RAW DATA section start
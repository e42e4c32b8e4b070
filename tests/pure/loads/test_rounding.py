"""What is printed tells the same as the numbers, whatever the numbers are."""

from fractions import Fraction

import pytest
from hypothesis import given
from hypothesis import strategies as st

from fleet.quantities import Unit
from loads.balance.rounding import (
    CHORD_PLACES,
    LENGTH_PLACES,
    MOMENT_PLACES,
    VOLUME_PLACES,
    WEIGHT_PLACES,
    against_maximum,
    against_minimum,
    between,
    printed,
    room,
)

F = Fraction

rationals = st.fractions(min_value=-20000, max_value=20000, max_denominator=997)
digits = st.integers(min_value=0, max_value=4)


@pytest.mark.parametrize(
    ("value", "places", "direction", "text"),
    [
        (F(8712), 1, "nearest", "8712"),
        (F("131.425"), 2, "nearest", "131.43"),
        (F("-131.425"), 2, "nearest", "-131.43"),
        (F("0.04"), 1, "nearest", "0"),
        (F("-0.04"), 1, "nearest", "0"),
        (F("-0.04"), 1, "down", "-0.1"),
        (F("37.99"), 1, "down", "37.9"),
        (F("37.91"), 1, "up", "38"),
        (F(1, 3), 0, "up", "1"),
        (F("100.50"), 2, "nearest", "100.5"),
        (F("-7.05"), 2, "nearest", "-7.05"),
    ],
)
def test_a_number_prints_in_the_direction_asked_for(value, places, direction, text):
    assert printed(value, places, direction) == text


@given(rationals, digits)
def test_down_never_prints_more_and_up_never_less_and_neither_is_a_digit_off(value, places):
    low, high = F(printed(value, places, "down")), F(printed(value, places, "up"))

    assert low <= value <= high
    assert high - low <= F(1, 10**places)
    assert abs(F(printed(value, places)) - value) * 2 <= F(1, 10**places)


@given(rationals, rationals, digits)
def test_a_pass_never_prints_beyond_its_limit_and_a_failure_is_seen_as_one(actual, limit, places):
    shown, bound, used = against_maximum(actual, limit, places)

    assert F(bound) <= limit
    assert (F(shown) <= F(bound)) == (actual <= limit)
    assert used >= places


@given(rationals, rationals, digits)
def test_the_same_holds_below_a_minimum(actual, limit, places):
    shown, bound, _ = against_minimum(actual, limit, places)

    assert F(bound) >= limit
    assert (F(shown) >= F(bound)) == (actual >= limit)


@given(rationals, rationals, rationals, digits)
def test_a_stretch_never_prints_wider_and_the_actual_prints_on_its_own_side(actual, one, other, places):
    low, high = min(one, other), max(one, other)
    shown, least, most, used = between(actual, low, high, places)

    if used < 15:
        assert low <= F(least) <= F(most) <= high
    assert (F(least) <= F(shown) <= F(most)) == (low <= actual <= high)


def test_the_next_digit_is_printed_when_the_limit_is_missed_by_less_than_one():
    shown, bound, used = against_maximum(F("85.7004"), F("85.7"), 1)

    assert (shown, bound, used) == ("85.7004", "85.7", 4)


def test_a_failure_by_less_than_any_digit_still_prints_above_its_limit():
    shown, bound, _ = against_maximum(F(8750) + F(1, 10**40), F(8750), 1)

    assert F(shown) > F(bound)


def test_room_rounds_down_and_excess_rounds_up():
    assert room(F("41.96"), 1) == "41.9"
    assert room(F("-41.96"), 1) == "42"
    assert room(F("-0.0001"), 1) == "0.1"


@pytest.mark.parametrize(
    ("unit", "arm", "moment"),
    [
        (Unit.IN, "0.33", "0.3"),
        (Unit.MM, "0.3", "0"),
        (Unit.CM, "0.33", "0.3"),
        (Unit.M, "0.3333", "0.333"),
        (Unit.FT, "0.333", "0.33"),
    ],
)
def test_every_unit_has_its_digits(unit, arm, moment):
    assert printed(F(1, 3), LENGTH_PLACES[unit]) == arm
    assert printed(F(1, 3), MOMENT_PLACES[unit]) == moment
    assert [printed(F(1, 3), places) for places in (WEIGHT_PLACES, VOLUME_PLACES, CHORD_PLACES)] == [
        "0.3"
    ] * 3


def test_what_is_beyond_a_limit_by_less_than_any_digit_shown_is_printed_outward() -> None:
    """One part in 10^20 above 1, and below -1: the fifteenth digit is the last that is shown."""
    hair = F(1, 10**20)

    assert between(1 + hair, F(0), F(1), 2) == ("1.000000000000001", "0", "1", 15)
    assert between(-1 - hair, F(-1), F(0), 2) == ("-1.000000000000001", "-1", "0", 15)


def test_a_stretch_too_narrow_for_any_digit_shown_prints_its_ends_to_the_nearest() -> None:
    """Between a third and a hair more no number of fifteen digits lies."""
    third, hair = F(1, 3), F(1, 10**20)
    shown = "0.333333333333333"

    assert between(third, third, third + hair, 2) == (shown, shown, shown, 15)


def test_an_actual_is_printed_to_the_nearest_digit_within_its_stretch() -> None:
    assert between(F("1.006"), F(0), F(2), 2) == ("1.01", "0", "2", 2)
    assert between(F("1.004"), F("1.004"), F(2), 2) == ("1.01", "1.01", "2", 2)
    assert between(F("1.996"), F(0), F("1.996"), 2) == ("1.99", "0", "1.99", 2)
RAW DATA section end
» **TASK REQUIREMENTS**
Please transcribe all of the entries precisely.

» **SOLUTION FOR THIS EXERCISE**
repository e42e4c32b8e4b070
filename tests/pure/loads/test_rounding.py
"""What is printed tells the same as the numbers, whatever the numbers are."""

from fractions import Fraction

import pytest
from hypothesis import given
from hypothesis import strategies as st

from fleet.quantities import Unit
from loads.balance.rounding import (
    CHORD_PLACES,
    LENGTH_PLACES,
    MOMENT_PLACES,
    VOLUME_PLACES,
    WEIGHT_PLACES,
    against_maximum,
    against_minimum,
    between,
    printed,
    room,
)

F = Fraction

rationals = st.fractions(min_value=-20000, max_value=20000, max_denominator=997)
digits = st.integers(min_value=0, max_value=4)


@pytest.mark.parametrize(
    ("value", "places", "direction", "text"),
    [
        (F(8712), 1, "nearest", "8712"),
        (F("131.425"), 2, "nearest", "131.43"),
        (F("-131.425"), 2, "nearest", "-131.43"),
        (F("0.04"), 1, "nearest", "0"),
        (F("-0.04"), 1, "nearest", "0"),
        (F("-0.04"), 1, "down", "-0.1"),
        (F("37.99"), 1, "down", "37.9"),
        (F("37.91"), 1, "up", "38"),
        (F(1, 3), 0, "up", "1"),
        (F("100.50"), 2, "nearest", "100.5"),
        (F("-7.05"), 2, "nearest", "-7.05"),
    ],
)
def test_a_number_prints_in_the_direction_asked_for(value, places, direction, text):
    assert printed(value, places, direction) == text


@given(rationals, digits)
def test_down_never_prints_more_and_up_never_less_and_neither_is_a_digit_off(value, places):
    low, high = F(printed(value, places, "down")), F(printed(value, places, "up"))

    assert low <= value <= high
    assert high - low <= F(1, 10**places)
    assert abs(F(printed(value, places)) - value) * 2 <= F(1, 10**places)


@given(rationals, rationals, digits)
def test_a_pass_never_prints_beyond_its_limit_and_a_failure_is_seen_as_one(actual, limit, places):
    shown, bound, used = against_maximum(actual, limit, places)

    assert F(bound) <= limit
    assert (F(shown) <= F(bound)) == (actual <= limit)
    assert used >= places


@given(rationals, rationals, digits)
def test_the_same_holds_below_a_minimum(actual, limit, places):
    shown, bound, _ = against_minimum(actual, limit, places)

    assert F(bound) >= limit
    assert (F(shown) >= F(bound)) == (actual >= limit)


@given(rationals, rationals, rationals, digits)
def test_a_stretch_never_prints_wider_and_the_actual_prints_on_its_own_side(actual, one, other, places):
    low, high = min(one, other), max(one, other)
    shown, least, most, used = between(actual, low, high, places)

    if used < 15:
        assert low <= F(least) <= F(most) <= high
    assert (F(least) <= F(shown) <= F(most)) == (low <= actual <= high)


def test_the_next_digit_is_printed_when_the_limit_is_missed_by_less_than_one():
    shown, bound, used = against_maximum(F("85.7004"), F("85.7"), 1)

    assert (shown, bound, used) == ("85.7004", "85.7", 4)


def test_a_failure_by_less_than_any_digit_still_prints_above_its_limit():
    shown, bound, _ = against_maximum(F(8750) + F(1, 10**40), F(8750), 1)

    assert F(shown) > F(bound)


def test_room_rounds_down_and_excess_rounds_up():
    assert room(F("41.96"), 1) == "41.9"
    assert room(F("-41.96"), 1) == "42"
    assert room(F("-0.0001"), 1) == "0.1"


@pytest.mark.parametrize(
    ("unit", "arm", "moment"),
    [
        (Unit.IN, "0.33", "0.3"),
        (Unit.MM, "0.3", "0"),
        (Unit.CM, "0.33", "0.3"),
        (Unit.M, "0.3333", "0.333"),
        (Unit.FT, "0.333", "0.33"),
    ],
)
def test_every_unit_has_its_digits(unit, arm, moment):
    assert printed(F(1, 3), LENGTH_PLACES[unit]) == arm
    assert printed(F(1, 3), MOMENT_PLACES[unit]) == moment
    assert [printed(F(1, 3), places) for places in (WEIGHT_PLACES, VOLUME_PLACES, CHORD_PLACES)] == [
        "0.3"
    ] * 3


def test_what_is_beyond_a_limit_by_less_than_any_digit_shown_is_printed_outward() -> None:
    """One part in 10^20 above 1, and below -1: the fifteenth digit is the last that is shown."""
    hair = F(1, 10**20)

    assert between(1 + hair, F(0), F(1), 2) == ("1.000000000000001", "0", "1", 15)
    assert between(-1 - hair, F(-1), F(0), 2) == ("-1.000000000000001", "-1", "0", 15)


def test_a_stretch_too_narrow_for_any_digit_shown_prints_its_ends_to_the_nearest() -> None:
    """Between a third and a hair more no number of fifteen digits lies."""
    third, hair = F(1, 3), F(1, 10**20)
    shown = "0.333333333333333"

    assert between(third, third, third + hair, 2) == (shown, shown, shown, 15)


def test_an_actual_is_printed_to_the_nearest_digit_within_its_stretch() -> None:
    assert between(F("1.006"), F(0), F(2), 2) == ("1.01", "0", "2", 2)
    assert between(F("1.004"), F("1.004"), F(2), 2) == ("1.01", "1.01", "2", 2)
    assert between(F("1.996"), F(0), F("1.996"), 2) == ("1.99", "0", "1.99", 2)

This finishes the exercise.